> _Instructions to follow_:
In the material below, the required lines run from the one containing "then each limit" through the one containing "return corners". Copy those lines exactly, ends included, and nothing else.
*-*-*
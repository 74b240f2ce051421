"""When two spellings of a unit are the same unit."""

import re
import unicodedata
from functools import lru_cache

UnitKey = tuple[tuple[str, int], ...]

_DASHES = str.maketrans(dict.fromkeys("\u2010\u2011\u2012\u2013\u2212", "-"))
_FACTOR = r"[^/·⋅*\s]+"
_JOIN = r"(?:\s*[/·⋅*]\s*|\s+)"
_PRODUCT = re.compile(rf"(?:1?\s*/\s*)?{_FACTOR}(?:{_JOIN}{_FACTOR})*")
_TOKEN = re.compile(rf"/|{_FACTOR}")
_POWER = re.compile(r"(.*[^0-9^+\-])(?:\^?([+\-]?[0-9]{1,2}))?")
_LONGEST = 60


@lru_cache(maxsize=1024)
def unit_key(text: str) -> UnitKey:
    """Reduce a unit to its factors and powers, so that equal units compare equal however they are typed.

    "mA/cm²", "mA/cm2", "mA cm^-2" and "mA·cm⁻²" share one key, and so do the micro sign and the Greek mu,
    the ohm sign and the Greek omega. Upper and lower case stay apart ("mV" is not "MV"). A slash holds for
    the one factor behind it. What is not a plain product (brackets, a trailing slash) equals only itself.

    Parameters
    ----------
    text : str
        The unit as typed, without the number.

    Returns
    -------
    tuple of (str, int)
        Symbol and power of each factor, in alphabetic order.
    """
    plain = " ".join(unicodedata.normalize("NFKC", text).translate(_DASHES).split())
    if len(plain) > _LONGEST or set("()[]{}") & set(plain) or not _PRODUCT.fullmatch(plain):
        return ((plain, 1),)
    powers: dict[str, int] = {}
    sign = 1
    for token in _TOKEN.findall(plain):
        if token == "/":
            sign = -1
            continue
        symbol, power = _split_power(token)
        if symbol != "1":
            powers[symbol] = powers.get(symbol, 0) + sign * power
        sign = 1
    return tuple(sorted(powers.items()))


def _split_power(token: str) -> tuple[str, int]:
    match = _POWER.fullmatch(token)
    if match is None:
        return token, 1
    return match[1], int(match[2] or 1)
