"""Reading and writing of numbers, tables and files. Knows no screen."""
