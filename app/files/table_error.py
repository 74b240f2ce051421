"""The one error of reading and writing tables."""


class TableError(ValueError):
    """A table that cannot be used; the message is one sentence: where, what was found, what to do."""
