"""From the bytes of a table to its text."""

import codecs
import re

from app.files.quoting import quote, visible
from app.files.table_error import TableError

_CONTROL = re.compile(r"[\x00-\x08\x0b\x0e-\x1f\x7f]")
_AS_TEXT = "save it as CSV text in UTF-8"


def decode(data: bytes, source: str) -> tuple[str, str]:
    """Decode a table's bytes, and say in which encoding.

    A byte order mark decides for UTF-8 or UTF-16. Without one the bytes are UTF-8, or Windows Western
    (cp1252) where they cannot be UTF-8.

    Raises
    ------
    TableError
        Where the bytes are no text: zero bytes or other control characters, or bytes no such encoding has.
    """
    if data.startswith((codecs.BOM_UTF32_LE, codecs.BOM_UTF32_BE)):
        raise TableError(f"{quote(source)} is text in UTF-32, which is not read: {_AS_TEXT}.")
    if data.startswith((codecs.BOM_UTF16_LE, codecs.BOM_UTF16_BE)):
        return _checked(_strict(data, "utf-16", source), source), "utf-16"
    if b"\0" in data:
        line = data.count(b"\n", 0, data.index(b"\0")) + 1
        raise TableError(f"{quote(source)} is not text, line {line} holds a zero byte: {_AS_TEXT}.")
    if data.startswith(codecs.BOM_UTF8):
        return _checked(_strict(data, "utf-8-sig", source), source), "utf-8-sig"
    try:
        return _checked(data.decode("utf-8"), source), "utf-8"
    except UnicodeDecodeError as fault:
        # Where earlier characters beyond ASCII were good UTF-8, the file is damaged, not of another kind.
        if not data[: fault.start].isascii():
            raise _damaged(fault, "UTF-8", source) from fault
    return _checked(_strict(data, "cp1252", source), source), "cp1252"


_KNOWN_AS = {"utf-16": "UTF-16", "utf-8-sig": "UTF-8", "cp1252": "Windows Western"}


def _strict(data: bytes, encoding: str, source: str) -> str:
    try:
        return data.decode(encoding)
    except UnicodeDecodeError as fault:
        raise _damaged(fault, _KNOWN_AS[encoding], source) from fault


def _damaged(fault: UnicodeDecodeError, encoding: str, source: str) -> TableError:
    line = fault.object.count(b"\n", 0, fault.start) + 1
    return TableError(f"Line {line} of {quote(source)} has bytes that are no {encoding} text: {_AS_TEXT} once more.")


def _checked(text: str, source: str) -> str:
    control = _CONTROL.search(text)
    if control is None:
        return text
    line = text.count("\n", 0, control.start()) + 1
    raise TableError(
        f"{quote(source)} is not text, line {line} holds the control character {visible(control[0])}: {_AS_TEXT}."
    )
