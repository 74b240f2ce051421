"""File names for charts, made of the names of cells: safe on every system, and no two alike."""

from __future__ import annotations

import unicodedata
from collections import Counter
from collections.abc import Sequence

from app.files.windows_names import windows_trouble

_LONGEST = 150  # bytes of UTF-8, so that number and ending stay within the 255 of common file systems
_FORBIDDEN = frozenset('<>:"/\\|?*')


def chart_names(cells: Sequence[tuple[str, str]], ending: str) -> list[str]:
    """A file name for each cell.

    Parameters
    ----------
    cells : sequence of (str, str)
        Name and group of each.
    ending : str
        What follows the name (".waterfall.png").

    Returns
    -------
    list of str
        NAME and the ending. Where several cells have one name, NAME (GROUP); what is still alike is numbered. Alike are
        also names that differ in case or in the composition of accents only, since some file systems do not tell them
        apart.
    """
    stems = [safe_stem(name) for name, _ in cells]
    often = Counter(map(_key, stems))
    taken: set[str] = set()
    names = []
    for stem, (name, group) in zip(stems, cells, strict=True):
        wanted = stem
        if often[_key(stem)] > 1 and group:
            wanted = safe_stem(f"{name} ({group})")
        unique, number = wanted, 1
        while _key(unique) in taken:
            number += 1
            unique = f"{wanted} ({number})"
        taken.add(_key(unique))
        names.append(unique + ending)
    return names


def safe_stem(name: str) -> str:
    """The part of a file name that stands for a cell."""
    plain = unicodedata.normalize("NFC", name)
    plain = "".join(letter if letter.isprintable() and letter not in _FORBIDDEN else "_" for letter in plain).strip()
    if plain.startswith((".", "-")):  # hidden files, and what a shell takes for an option
        plain = f"_{plain[1:]}"
    plain = plain.encode("utf-8")[:_LONGEST].decode("utf-8", "ignore").rstrip(" .")
    if windows_trouble(plain):
        plain = f"_{plain}"
    return plain or "cell"


def _key(stem: str) -> str:
    return unicodedata.normalize("NFC", stem.casefold())
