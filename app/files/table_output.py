r"""Writing tables: comma-separated files and tab-separated text for the clipboard.

Files are UTF-8 without byte order mark, quoted as in RFC 4180, but with the line end "\n": the tools that
read them line by line would otherwise find a carriage return in the last column. Numbers are written as the
shortest text that reads back without loss. Text that a spreadsheet would run as a formula gets an
apostrophe in front.
"""

import math
import re
import unicodedata
from collections.abc import Callable, Iterable, Iterator, Sequence
from functools import lru_cache
from itertools import islice
from numbers import Integral, Real
from pathlib import Path
from types import NoneType

from app.files.quoting import quote
from app.files.table_error import TableError
from app.files.writer import encode, write_blocks

Cell = str | float | int | None

# Half-width and full-width: spreadsheets fold one into the other.
_FORMULA_STARTS = frozenset("=+-@＝＋－＠")
_LINE_START_CONTROLS = ("\t", "\r", "\n")
_PLAIN_NUMBER = re.compile(r"[+\-]?(?:[0-9]+(?:[.,][0-9]*)?|[.,][0-9]+)(?:[eE][+\-]?[0-9]+)?")
_BREAKS = re.compile("[\t\n\r\v\f\x1c-\x1e\x85\u2028\u2029]+")
_NEEDS_QUOTES = re.compile(r'[",\n]|^[#\s]|\s$')
_ROWS_AT_A_TIME = 20_000


def write_table(columns: Sequence[str], rows: Iterable[Sequence[Cell]]) -> str:
    """Write a table as comma-separated text.

    Parameters
    ----------
    columns : sequence of str
        The header.
    rows : iterable of sequence of (str, float, int or None)
        One cell for each column; None is an empty cell. Numbers stay numbers; text that would be a formula
        in a spreadsheet is made harmless, unless it is nothing but a number. Line breaks in a cell become
        "\\n".

    Raises
    ------
    TableError
        Where a row has too many or too few cells, or a number is not finite.
    """
    return "".join(_csv_blocks(columns, _by_column(rows, columns)))


def write_rows(path: Path, columns: Sequence[str], chunks: Iterable[Iterable[Sequence[Cell]]]) -> int:
    """Save a table of any length as a comma-separated file, some thousand rows in memory at a time.

    The file appears whole and checked, or not at all: see `app.files.writer`.

    Parameters
    ----------
    path : Path
        The file.
    columns : sequence of str
        The header.
    chunks : iterable of iterables of rows
        The rows in portions, each as for `write_table`.

    Returns
    -------
    int
        The number of bytes saved.

    Raises
    ------
    TableError
        As for `write_table`.
    WriteError
        Where the file could not be saved.
    """
    rows = (row for chunk in chunks for row in chunk)
    return _save(path, columns, _by_column(rows, columns))


def write_columns(path: Path, columns: Sequence[str], chunks: Iterable[Sequence[Sequence[Cell]]]) -> int:
    """Save a table as `write_rows` does, from portions given column by column, which is faster.

    Parameters
    ----------
    path : Path
        The file.
    columns : sequence of str
        The header.
    chunks : iterable of sequences of columns
        Each portion holds one sequence of cells for each column, all of one length (`ndarray.tolist()`
        gives one).

    Returns
    -------
    int
        The number of bytes saved.

    Raises
    ------
    TableError
        Where a portion has columns too many, too few or of different lengths, or a number is not finite.
    WriteError
        Where the file could not be saved.
    """
    return _save(path, columns, chunks)


def tab_separated(columns: Sequence[str], rows: Iterable[Sequence[Cell]]) -> str:
    """Write a table as tab-separated text for the clipboard, a line for each row, every line ended.

    Tabs and line breaks inside a cell become one space, because pasting would part the cell there; a
    quotation mark at the start of a text gets an apostrophe in front, because pasting would swallow what
    follows it. Otherwise as `write_table`.

    Raises
    ------
    TableError
        As for `write_table`.
    """
    lines = ["\t".join(map(_pasted, _named(columns))) + "\n"]
    start = 1
    for chunk in _by_column(rows, columns):
        rendered = [_render(cells, _pasted, name, start) for name, cells in zip(columns, chunk, strict=True)]
        lines.extend("\t".join(row) + "\n" for row in zip(*rendered, strict=True))
        start += len(chunk[0])
    return "".join(lines)


def neutral(text: str) -> str:
    """Put an apostrophe in front of a text that a spreadsheet would run as a formula; leave any other alone.

    Such a text starts with = + - @ (also full-width), be it behind spaces or invisible characters, or with
    a tab or line break. A text that is a number and nothing else is none.
    """
    if not text or _PLAIN_NUMBER.fullmatch(text):
        return text
    if text[0] in _LINE_START_CONTROLS or _first_visible(text) in _FORMULA_STARTS:
        return f"'{text}"
    return text


def _first_visible(text: str) -> str:
    return next((letter for letter in text if unicodedata.category(letter)[0] not in "ZC"), "")


@lru_cache(maxsize=2048)
def _quoted(text: str) -> str:
    """Make a text a harmless cell of a comma-separated file.

    Quotation marks also go around outer spaces and a leading "#", which reading would otherwise pass over.
    """
    safe = neutral(text)
    if "\r" in safe:
        safe = safe.replace("\r\n", "\n").replace("\r", "\n")
    if _NEEDS_QUOTES.search(safe):
        return '"' + safe.replace('"', '""') + '"'
    return safe


@lru_cache(maxsize=2048)
def _pasted(text: str) -> str:
    """Make a text a harmless cell of tab-separated text."""
    safe = _BREAKS.sub(" ", neutral(text))
    return f"'{safe}" if safe.startswith('"') else safe


def _render(cells: Sequence[Cell], as_text: Callable[[str], str], column: str, start: int) -> Sequence[str]:
    """Make texts of one column's cells, whole columns of one type at once."""
    kinds = set(map(type, cells))
    if kinds == {str}:
        return list(map(as_text, cells))  # type: ignore[arg-type]
    if kinds == {float} and all(map(math.isfinite, cells)):  # type: ignore[arg-type]
        return list(map(repr, cells))
    if kinds == {NoneType}:
        return [""] * len(cells)
    return [_render_one(cell, as_text, column, start + index) for index, cell in enumerate(cells)]


def _render_one(cell: object, as_text: Callable[[str], str], column: str, row: int) -> str:
    if cell is None:
        return ""
    if isinstance(cell, str):
        return as_text(cell)
    if isinstance(cell, bool) or not isinstance(cell, Real):
        raise TypeError(f"A table cell is text, a number or None, not {type(cell).__name__}.")
    if isinstance(cell, Integral):
        return str(int(cell))
    number = float(cell)
    if not math.isfinite(number):
        raise TableError(f"Row {row} of column {quote(column)} is {number}, not a finite number: leave the cell empty.")
    return repr(number)


def _named(columns: Sequence[str]) -> Sequence[str]:
    if not columns:
        raise TableError("There are no columns to write: give at least one.")
    return columns


def _by_column(rows: Iterable[Sequence[Cell]], columns: Sequence[str]) -> Iterator[Sequence[Sequence[Cell]]]:
    """Turn rows into portions of columns, checking that every row has its cells."""
    start = 1
    remaining = iter(rows)
    while portion := list(islice(remaining, _ROWS_AT_A_TIME)):
        if set(map(len, portion)) != {len(columns)}:
            number, row = next((start + index, row) for index, row in enumerate(portion) if len(row) != len(columns))
            raise TableError(f"Row {number} has {len(row)} cells, but there are {len(columns)} columns.")
        yield list(zip(*portion, strict=True))
        start += len(portion)


def _csv_blocks(columns: Sequence[str], chunks: Iterable[Sequence[Sequence[Cell]]]) -> Iterator[str]:
    yield ",".join(map(_quoted, _named(columns))) + "\n"
    start = 1
    for chunk in chunks:
        lengths = set(map(len, chunk))
        if len(chunk) != len(columns) or len(lengths) != 1:
            raise TableError(
                f"The rows from {start} on do not fill the {len(columns)} columns with cells of equal number."
            )
        rendered = [_render(cells, _quoted, name, start) for name, cells in zip(columns, chunk, strict=True)]
        block = "\n".join(map(",".join, zip(*rendered, strict=True)))
        if block:
            yield block + "\n"
        start += lengths.pop()


def _save(path: Path, columns: Sequence[str], chunks: Iterable[Sequence[Sequence[Cell]]]) -> int:
    return write_blocks(path, (encode(path, block) for block in _csv_blocks(columns, chunks)))
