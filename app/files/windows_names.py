"""File names that Windows does not take."""

_DEVICES = {
    "CON",
    "PRN",
    "AUX",
    "NUL",
    *(f"{port}{n}" for port in ("COM", "LPT") for n in range(1, 10)),
}
_FORBIDDEN = '<>:"|?*'


def windows_trouble(name: str) -> str:
    """Say what makes a file name unusable on Windows, or "" where nothing does."""
    if name.split(".")[0].rstrip(" ").upper() in _DEVICES:
        return "Windows keeps that name for a device"
    if name.endswith((" ", ".")):
        return "Windows takes no name that ends in a space or a dot"
    if any(letter in _FORBIDDEN or letter < " " for letter in name):
        return f"Windows takes none of {' '.join(_FORBIDDEN)} in a name"
    return ""
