"""How each value came about: formula, inputs put in, exact result and source."""

from __future__ import annotations

from collections.abc import Callable, Mapping
from dataclasses import dataclass, field
from typing import Any

from opto_ckt.formulas.formula import source_of


@dataclass(frozen=True)
class Step:
    """One formula with its numbers put in."""

    name: str  #: what was computed: a designator, or a figure in words
    formula: Callable[..., Any]
    inputs: Mapping[str, float]
    result: float
    reason: str  #: in words, with the figures that decide

    @property
    def source(self) -> str:
        """Where the formula comes from."""
        return source_of(self.formula)

    @property
    def equation(self) -> str:
        """The formula's name as a reader would say it."""
        return self.formula.__name__.replace("_", " ")


@dataclass
class Derivation:
    """The steps taken for one circuit, in order; `compute` is the only way a formula enters a result."""

    steps: list[Step] = field(default_factory=list)
    reasons: dict[str, str] = field(default_factory=dict)  #: designator -> why this value, where no formula gave it

    def compute(self, name: str, formula: Callable[..., Any], *, reason: str = "", **inputs: float) -> float:
        """Evaluate ``formula`` and keep how it was done under ``name``."""
        result = float(formula(**inputs))
        self.steps.append(Step(name, formula, {key: float(value) for key, value in inputs.items()}, result, reason))
        return result

    def note(self, name: str, reason: str) -> None:
        """Say why ``name`` has its value where it is asked for, not computed."""
        self.reasons[name] = reason

    def of(self, name: str) -> Step | None:
        """The last step that gave ``name``."""
        return next((step for step in reversed(self.steps) if step.name == name), None)
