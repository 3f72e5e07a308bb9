"""What can go wrong, and the exit code each of it ends in."""

from __future__ import annotations

from collections.abc import Iterable
from dataclasses import dataclass


@dataclass(frozen=True)
class Problem:
    """One thing wrong in a design or part file, at the place where the engineer can mend it."""

    file: str
    line: int | None
    key: str
    message: str  #: what is wrong; what is allowed; did you mean ...

    def __str__(self) -> str:
        place = self.file if self.line is None else f"{self.file}:{self.line}"
        return f"{place}: {self.key}: {self.message}" if self.key else f"{place}: {self.message}"


class OptoCktError(Exception):
    """An end that the user is told of in a sentence, never by a traceback."""

    exit_code = 1


class InputError(OptoCktError):
    """A design or part file cannot be used; carries every problem found in one pass."""

    exit_code = 3

    def __init__(self, problems: Iterable[Problem]) -> None:
        self.problems = tuple(problems)
        super().__init__("\n".join(str(problem) for problem in self.problems))


class InfeasibleError(OptoCktError):
    """No values exist that bias and stabilise the circuit.

    Parameters
    ----------
    reason : the limit that binds, and by how much.
    remedies : figures that would have to move, and to what; any one of them serves.
    """

    exit_code = 4

    def __init__(self, reason: str, remedies: Iterable[str] = ()) -> None:
        self.reason = reason
        self.remedies = tuple(remedies)
        super().__init__(reason + (f"; would do: {', or '.join(self.remedies)}" if self.remedies else ""))


class OutsideProgramError(OptoCktError):
    """A program beside Opto-ckt (a simulator) is missing or failed."""

    exit_code = 5


class RefusedError(OptoCktError):
    """What was asked for is not done as it would harm a file, or cannot be written."""

    exit_code = 2
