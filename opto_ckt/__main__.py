"""``python -m opto_ckt`` is the same as ``opto-ckt``."""

from __future__ import annotations

from opto_ckt.cli.main import main

if __name__ == "__main__":
    main()
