"""What may vary about a design, and settings of it: the vocabulary that the chooser and the corners share."""

from __future__ import annotations

from collections.abc import Callable, Iterable, Mapping, Sequence
from dataclasses import dataclass
from typing import Literal

import numpy as np
from numpy.typing import NDArray

Lanes = NDArray[np.float64]
Values = Mapping[str, float | Lanes]  #: name -> one number, or one entry a lane
Figures = Mapping[str, Lanes]
Evaluate = Callable[[Values], Figures]

Level = Literal["low", "nominal", "high"]
Corner = Mapping[str, Level]  #: levels of the limits that are not nominal
NOMINAL: Corner = {}

Steps = NDArray[np.int8]
"""Many corners at once: a row for each, a column for each limit that varies; -1 is low, 0 nominal, 1 high."""

LEVELS: tuple[Level, ...] = ("low", "nominal", "high")  #: in order of the steps -1, 0, 1
BLOCK = 20_000  #: most lanes that are evaluated in one call
FAR = 1e9  #: margin of what is missed, or kept, by far
ROUNDING = 1e-9  #: share of the largest figure below which a difference is rounding


@dataclass(frozen=True)
class Limit:
    """Nominal, low and high of one value."""

    nominal: float
    low: float
    high: float
    assumed: bool = False  #: the sheet states a typical figure only; the spread is ours or the engineer's

    @property
    def varies(self) -> bool:
        """Whether low or high differ from nominal."""
        return self.low != self.nominal or self.high != self.nominal

    def at(self, level: Level, chosen: float | Lanes) -> float | Lanes:
        """The value at a level; what was chosen for other parts does not matter."""
        return float(getattr(self, level))


@dataclass(frozen=True)
class Tolerance:
    """What a fitted part may deviate from the value chosen: makers' tolerance, temperature and ageing on top."""

    low: float  #: relative, not positive
    high: float  #: relative, not negative
    absolute: float = 0.0  #: replaces low and high of small capacitors [F]
    absolute_below: float = 0.0  #: below this value [F]
    assumed: bool = False
    drift_low: float = 0.0  #: by temperature and ageing, relative, not positive
    drift_high: float = 0.0  #: by temperature and ageing, relative, not negative

    @property
    def varies(self) -> bool:
        """Whether the part deviates at all."""
        return min(self.low, self.drift_low) < 0 or max(self.high, self.drift_high, self.absolute) > 0

    def at(self, level: Level, chosen: float | Lanes) -> float | Lanes:
        """The part's value at a level, given the value chosen; never below zero, and zero where it is left out."""
        if level == "nominal":
            return chosen
        sign, relative, drift = (-1, self.low, self.drift_low) if level == "low" else (1, self.high, self.drift_high)
        value = np.asarray(chosen, dtype=float)
        deviation = np.where(value < self.absolute_below, sign * self.absolute * np.sign(value), value * relative)
        found = np.maximum(value + deviation + value * drift, 0.0)
        return found if found.ndim else float(found)


Limits = Mapping[str, Limit | Tolerance]


@dataclass(frozen=True)
class Requirement:
    """One bound on one figure."""

    figure: str
    side: Literal["min", "max"]
    bound: float
    scale: float  #: what a deviation is measured against where the bound is small

    def margin(self, achieved: Lanes | float) -> Lanes:
        """Signed distance to the bound, as a share of max(\\|bound\\|, scale); nan counts as missed by far.

        Beside a bound and a scale of nothing any distance is a large one.
        """
        distance = np.asarray(achieved, dtype=float) - self.bound
        signed = distance if self.side == "min" else -distance
        measure = max(abs(self.bound), self.scale)
        share = signed / measure if measure else FAR * np.sign(signed)
        return np.nan_to_num(share, nan=-FAR, posinf=FAR, neginf=-FAR)

    def follows_from(self, other: Requirement) -> bool:
        """Whether the other bound, kept, leaves this one nothing to say."""
        return self.figure == other.figure and self.side == other.side and bool(self.margin(other.bound) >= 0)


def varying(limits: Limits) -> tuple[str, ...]:
    """Names of the limits that vary, in order: what the columns of `Steps` stand for."""
    return tuple(name for name, limit in limits.items() if limit.varies)


def one_at_a_time(limits: Limits) -> list[Corner]:
    """Nominal, then each limit that varies alone at low and alone at high."""
    corners: list[Corner] = [NOMINAL]
    for name in varying(limits):
        corners += [{name: "low"}, {name: "high"}]
    return corners


def steps_of(limits: Limits, corners: Sequence[Corner]) -> Steps:
    """Corners as rows of steps."""
    column = {name: index for index, name in enumerate(varying(limits))}
    steps = np.zeros((len(corners), len(column)), dtype=np.int8)
    for row, corner in enumerate(corners):
        for name, level in corner.items():
            if name in column:
                steps[row, column[name]] = LEVELS.index(level) - 1
    return steps


def values_at(limits: Limits, corners: Sequence[Corner] | Steps, chosen: Values) -> dict[str, float | Lanes]:
    """Values of every limit at each corner, one lane a corner; ``chosen`` holds the fitted parts' values.

    The values chosen are single numbers, or lanes of the same length as ``corners``.
    """
    steps = corners if isinstance(corners, np.ndarray) else steps_of(limits, corners)
    values: dict[str, float | Lanes] = dict(chosen)
    lanes = np.arange(len(steps))
    columns = iter(steps.T + 1)
    for name, limit in limits.items():
        levels = [limit.at(level, chosen.get(name, 0.0)) for level in LEVELS]
        if not limit.varies:
            values[name] = levels[1]
            continue
        column = next(columns)
        wide = any(np.ndim(value) for value in levels)
        values[name] = np.stack(np.broadcast_arrays(*levels))[column, lanes] if wide else np.array(levels)[column]
    return values


def figures_at(
    evaluate: Evaluate, limits: Limits, corners: Sequence[Corner] | Steps, chosen: Values, names: Sequence[str]
) -> Lanes:
    """Figures by name (rows) at each corner (columns), evaluated in blocks; nan where a figure is missing."""
    steps = corners if isinstance(corners, np.ndarray) else steps_of(limits, corners)
    found = np.full((len(names), len(steps)), np.nan)
    for start in range(0, len(steps), BLOCK):
        block = slice(start, start + BLOCK)
        some = {name: value[block] if isinstance(value, np.ndarray) else value for name, value in chosen.items()}
        figures = evaluate(values_at(limits, steps[block], some))
        for row, name in enumerate(names):
            if name in figures:
                found[row, block] = figures[name]
    return found


def least_favourable_steps(figure: Lanes, *, smallest: bool) -> NDArray[np.int8]:
    """Each limit's own worst step, given a figure over the lanes of `one_at_a_time`; nan is worse than any number."""
    signed = np.nan_to_num(figure if smallest else -figure, nan=-np.inf, posinf=np.inf, neginf=-np.inf)
    low, high = signed[1::2], signed[2::2]
    steps = np.where(low <= high, -1, 1).astype(np.int8)
    steps[np.minimum(low, high) >= signed[0] - rounding(figure)] = 0
    return steps


def least_favourable(limits: Limits, figure: Lanes, corners: Sequence[Corner], *, smallest: bool) -> Corner:
    """The corner put together from each limit's own worst level, given a one-at-a-time run from `one_at_a_time`."""
    if len(corners) != len(figure):
        raise ValueError(f"{len(figure)} lanes of a figure do not belong to {len(corners)} corners")
    return corner_of(varying(limits), least_favourable_steps(figure, smallest=smallest), effects(figure))


def effects(figure: Lanes) -> Lanes:
    """By how much each limit alone moves a figure, either way, given the figure over the lanes of `one_at_a_time`."""
    with np.errstate(invalid="ignore"):
        moved = np.nan_to_num(np.abs(figure[1:] - figure[0]), nan=np.inf, posinf=np.inf)
    moved[(figure[1:] == figure[0]) | (np.isnan(figure[1:]) & np.isnan(figure[0]))] = 0.0
    return np.asarray(np.maximum(moved[0::2], moved[1::2]))


def corner_of(names: Sequence[str], steps: NDArray[np.int8], weights: Lanes) -> Corner:
    """A row of steps as a corner, what weighs most first."""
    order = np.argsort(-weights, kind="stable")
    return {names[column]: LEVELS[steps[column] + 1] for column in order if steps[column]}


def rounding(figure: Lanes) -> float:
    """Differences of a figure up to here are rounding."""
    finite = figure[np.isfinite(figure)]
    return ROUNDING * float(np.max(np.abs(finite), initial=0.0))


def distinct(corners: Iterable[Corner]) -> list[Corner]:
    """Each corner once, in order."""
    seen: dict[frozenset[tuple[str, Level]], Corner] = {}
    for corner in corners:
        seen.setdefault(frozenset(corner.items()), corner)
    return list(seen.values())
*-*-*
> _Exercise solution_:
    """Nominal, then each limit that varies alone at low and alone at high."""
    corners: list[Corner] = [NOMINAL]
    for name in varying(limits):
        corners += [{name: "low"}, {name: "high"}]
    return corners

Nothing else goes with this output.